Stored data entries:
╭──
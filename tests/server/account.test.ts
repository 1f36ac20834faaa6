import { afterAll, beforeAll, describe, expect, it } from 'vitest';
import type { AppInstance } from '../../server/app';
import { User } from '../../server/features/users/user.entity';
import { buildUser, GOOD_PASSWORD, uniqueEmail } from '../support/factories';
import { linkIn, waitForMail } from '../support/inbox';
import { signedInAs } from '../support/sessions';
import { browserLikeAgent, startTestApp, useToken } from '../support/test-app';

let app: AppInstance;
beforeAll(async () => {
  app = await startTestApp();
});
afterAll(() => app.close());

describe('/api/account', () => {
  it('answers 401 to a visitor', async () => {
    const res = await (await browserLikeAgent(app)).get('/api/account');
    expect(res.status).toBe(401);
    expect(res.body.error.code).toBe('not_signed_in');
  });

  it('changes the display name', async () => {
    const agent = await signedInAs(app, await buildUser(app.ctx.dataSource));

    const res = await agent.patch('/api/account/profile').send({ displayName: '  Fen Junction Club  ' });

    expect(res.status).toBe(200);
    expect(res.body.user.displayName).toBe('Fen Junction Club');
  });

  it('changes the password, keeps this session and ends every other one', async () => {
    const user = await buildUser(app.ctx.dataSource);
    const here = await signedInAs(app, user);
    const elsewhere = await signedInAs(app, user);

    const res = await here
      .post('/api/account/password')
      .send({ currentPassword: GOOD_PASSWORD, newPassword: 'cross-members-at-400-centres' });

    expect(res.status).toBe(200);
    useToken(here, res.body);
    await here.get('/api/account').expect(200);
    await elsewhere.get('/api/account').expect(401);
    await waitForMail(user.email, 'password was changed');
  });

  it('names the current-password field when it is wrong', async () => {
    const agent = await signedInAs(app, await buildUser(app.ctx.dataSource));

    const res = await agent
      .post('/api/account/password')
      .send({ currentPassword: 'not-my-password', newPassword: 'cross-members-at-400-centres' });

    expect(res.status).toBe(422);
    expect(res.body.error.fields).toEqual({ currentPassword: 'Your current password is not right.' });
  });

  it('changes the e-mail address only when the link sent to the new one is opened', async () => {
    const user = await buildUser(app.ctx.dataSource);
    const agent = await signedInAs(app, user);
    const newEmail = uniqueEmail('moved');

    await agent.post('/api/account/email').send({ newEmail, currentPassword: GOOD_PASSWORD }).expect(202);
    expect((await app.ctx.dataSource.getRepository(User).findOneByOrFail({ id: user.id })).email).toBe(user.email);
    const token = linkIn(
      await waitForMail(newEmail, 'Confirm your new e-mail'),
      '/account/confirm-email',
    ).searchParams.get('token');
    await agent.post('/api/account/email/confirm').send({ token }).expect(200);

    expect((await app.ctx.dataSource.getRepository(User).findOneByOrFail({ id: user.id })).email).toBe(newEmail);
    await waitForMail(user.email, 'e-mail address was changed');
  });
});
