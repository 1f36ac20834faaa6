import { afterAll, beforeAll, describe, expect, it } from 'vitest';
import type { DataSource } from 'typeorm';
import { createDataSource } from '../../server/db/data-source';
import { testConfig } from '../support/test-env';

let dataSource: DataSource;
beforeAll(async () => {
  dataSource = createDataSource(testConfig().db);
  await dataSource.initialize();
});
afterAll(() => dataSource.destroy());

describe('migrations', () => {
  it('leave nothing pending', async () => {
    expect(await dataSource.showMigrations()).toBe(false);
  });

  it('build exactly the schema the entities describe', async () => {
    const pending = await dataSource.driver.createSchemaBuilder().log();
    expect(pending.upQueries.map((q) => q.query)).toEqual([]);
  });
});
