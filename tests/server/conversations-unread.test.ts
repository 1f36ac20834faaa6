import { afterAll, beforeAll, describe, expect, it } from 'vitest';
import type { AppInstance } from '../../server/app';
import { UNREAD_TOTAL_SQL } from '../../server/features/conversations/conversation-reading.service';
import type { Listing } from '../../server/features/listings/listing.entity';
import type { User } from '../../server/features/users/user.entity';
import type { ThreadView } from '../../shared/types/conversations';
import { buildUser } from '../support/factories';
import { messagesTo, waitForMail } from '../support/inbox';
import { buildListedListing } from '../support/listing-factories';
import { signedInAs } from '../support/sessions';
import { startTestApp } from '../support/test-app';

let app: AppInstance;
let moderator: User;
let seller: User;
let listing: Listing;
beforeAll(async () => {
  app = await startTestApp();
  moderator = await buildUser(app.ctx.dataSource, { role: 'moderator' });
  seller = await buildUser(app.ctx.dataSource, { displayName: 'Hattie Fishplate' });
  listing = await buildListedListing(app.ctx, seller, moderator, { title: 'Streak test module' });
});
afterAll(() => app.close());

async function queuedTo(address: string, subject: string): Promise<number> {
  const [row] = (await app.ctx.dataSource.query(
    'SELECT COUNT(*) AS n FROM outbound_emails WHERE to_address = ? AND subject = ?',
    [address, subject],
  )) as { n: number | string }[];
  return Number(row?.n ?? 0);
}

describe('unread messages', () => {
  it('counts what the other member wrote until it is read, and read markers never move back', async () => {
    const buyer = await signedInAs(app, await buildUser(app.ctx.dataSource));
    const sellerAgent = await signedInAs(app, seller);
    const startCount = (await sellerAgent.get('/api/conversations/unread-count').expect(200)).body.count as number;

    const q1 = await buyer.post(`/api/conversations/listings/${listing.id}/messages`).send({ body: 'One' });
    const q2 = await buyer.post(`/api/conversations/listings/${listing.id}/messages`).send({ body: 'Two' });
    const id = q1.body.conversationId as number;

    expect((await sellerAgent.get('/api/conversations/unread-count').expect(200)).body.count).toBe(startCount + 2);
    expect((await buyer.get('/api/conversations/unread-count').expect(200)).body.count).toBe(0);
    const listed = (await sellerAgent.get('/api/conversations').expect(200)).body.items;
    expect(listed.find((t: { id: number }) => t.id === id)).toMatchObject({
      unreadCount: 2,
      lastMessage: { preview: 'Two' },
      listing: { id: listing.id },
    });

    const afterFirst = await sellerAgent
      .post(`/api/conversations/${id}/read`)
      .send({ lastMessageId: q1.body.message.id });
    expect(afterFirst.body.count).toBe(startCount + 1);
    await sellerAgent.post(`/api/conversations/${id}/read`).send({ lastMessageId: q2.body.message.id }).expect(200);
    const back = await sellerAgent.post(`/api/conversations/${id}/read`).send({ lastMessageId: q1.body.message.id });
    expect(back.body.count).toBe(startCount);

    const buyerView = (await buyer.get(`/api/conversations/${id}`).expect(200)).body as ThreadView;
    expect(buyerView.otherReadUpTo).toBe(q2.body.message.id);
  });

  it('e-mails once per unread streak: not again until the recipient has read the thread', async () => {
    const recipient = await buildUser(app.ctx.dataSource, { displayName: 'Olive Chair' });
    const asker = await signedInAs(app, recipient);
    const sellerAgent = await signedInAs(app, seller);
    const first = await asker.post(`/api/conversations/listings/${listing.id}/messages`).send({ body: 'Hello' });
    const id = first.body.conversationId as number;
    const subject = 'New message from Hattie Fishplate about Streak test module';

    await sellerAgent.post(`/api/conversations/${id}/messages`).send({ body: 'Reply 1' }).expect(201);
    await sellerAgent.post(`/api/conversations/${id}/messages`).send({ body: 'Reply 2' }).expect(201);
    const third = await sellerAgent.post(`/api/conversations/${id}/messages`).send({ body: 'Reply 3' }).expect(201);
    // The outbox is written in the sending transactions, so it shows every e-mail these messages will cause.
    expect(await queuedTo(recipient.email, subject)).toBe(1);
    await waitForMail(recipient.email, subject);

    await asker.post(`/api/conversations/${id}/read`).send({ lastMessageId: third.body.message.id }).expect(200);
    await sellerAgent.post(`/api/conversations/${id}/messages`).send({ body: 'Reply 4' }).expect(201);
    expect(await queuedTo(recipient.email, subject)).toBe(2);
    await expect
      .poll(async () => (await messagesTo(recipient.email)).filter((m) => m.subject === subject).length, {
        timeout: 10_000,
      })
      .toBe(2);
  });
});

describe('sending allowance and the unread count', () => {
  it('answers 429 with a wait once a member has sent 20 messages in 10 minutes', async () => {
    const agent = await signedInAs(app, await buildUser(app.ctx.dataSource));
    const url = `/api/conversations/listings/${listing.id}/messages`;

    for (let n = 1; n <= 20; n += 1)
      await agent
        .post(url)
        .send({ body: `Message ${n}` })
        .expect(201);
    const refused = await agent.post(url).send({ body: 'One more' }).expect(429);

    expect(refused.body.error.code).toBe('rate_limited');
    expect(Number(refused.headers['retry-after'])).toBeGreaterThan(0);
    expect(Number(refused.headers['retry-after'])).toBeLessThanOrEqual(600);
  });

  it('reads the unread total from the member index alone', async () => {
    const plan = (await app.ctx.dataSource.query(`EXPLAIN ${UNREAD_TOTAL_SQL}`, [moderator.id])) as {
      key: string | null;
      Extra: string;
    }[];

    expect(plan).toHaveLength(1);
    expect(plan[0]!.key).toBe('ix_conversation_participants_user_unread');
    expect(plan[0]!.Extra).toContain('Using index');
  });
});
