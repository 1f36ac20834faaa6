import { spawn } from 'node:child_process';
import { describe, expect, it } from 'vitest';
import { testConfig } from '../support/test-env';

const PORT = 8097;

async function waitForHealth(url: string, deadline: number): Promise<number> {
  for (;;) {
    try {
      return (await fetch(url)).status;
    } catch {
      if (Date.now() > deadline) throw new Error(`${url} did not answer`);
      await new Promise((resolve) => setTimeout(resolve, 200));
    }
  }
}

describe('server process', () => {
  it('stops on SIGTERM with exit code 0', async () => {
    testConfig(); // loads the test services' environment into process.env
    const child = spawn(process.execPath, ['--import', 'tsx', 'server/index.ts'], {
      env: { ...process.env, PORT: String(PORT), APP_ORIGIN: `http://127.0.0.1:${PORT}`, LOG_LEVEL: 'silent' },
      stdio: 'ignore',
    });
    const exited = new Promise<number | null>((resolve) => child.on('exit', (code) => resolve(code)));

    expect(await waitForHealth(`http://127.0.0.1:${PORT}/api/health`, Date.now() + 20_000)).toBe(200);
    child.kill('SIGTERM');

    expect(await exited).toBe(0);
  }, 30_000);
});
╰──
* Your objective:
Set aside each line above that includes the string "Promise" and report it.

* Reply:
async function queuedTo(address: string, subject: string): Promise<number> {
async function waitForHealth(url: string, deadline: number): Promise<number> {
      await new Promise((resolve) => setTimeout(resolve, 200));
    const exited = new Promise<number | null>((resolve) => child.on('exit', (code) => resolve(code)));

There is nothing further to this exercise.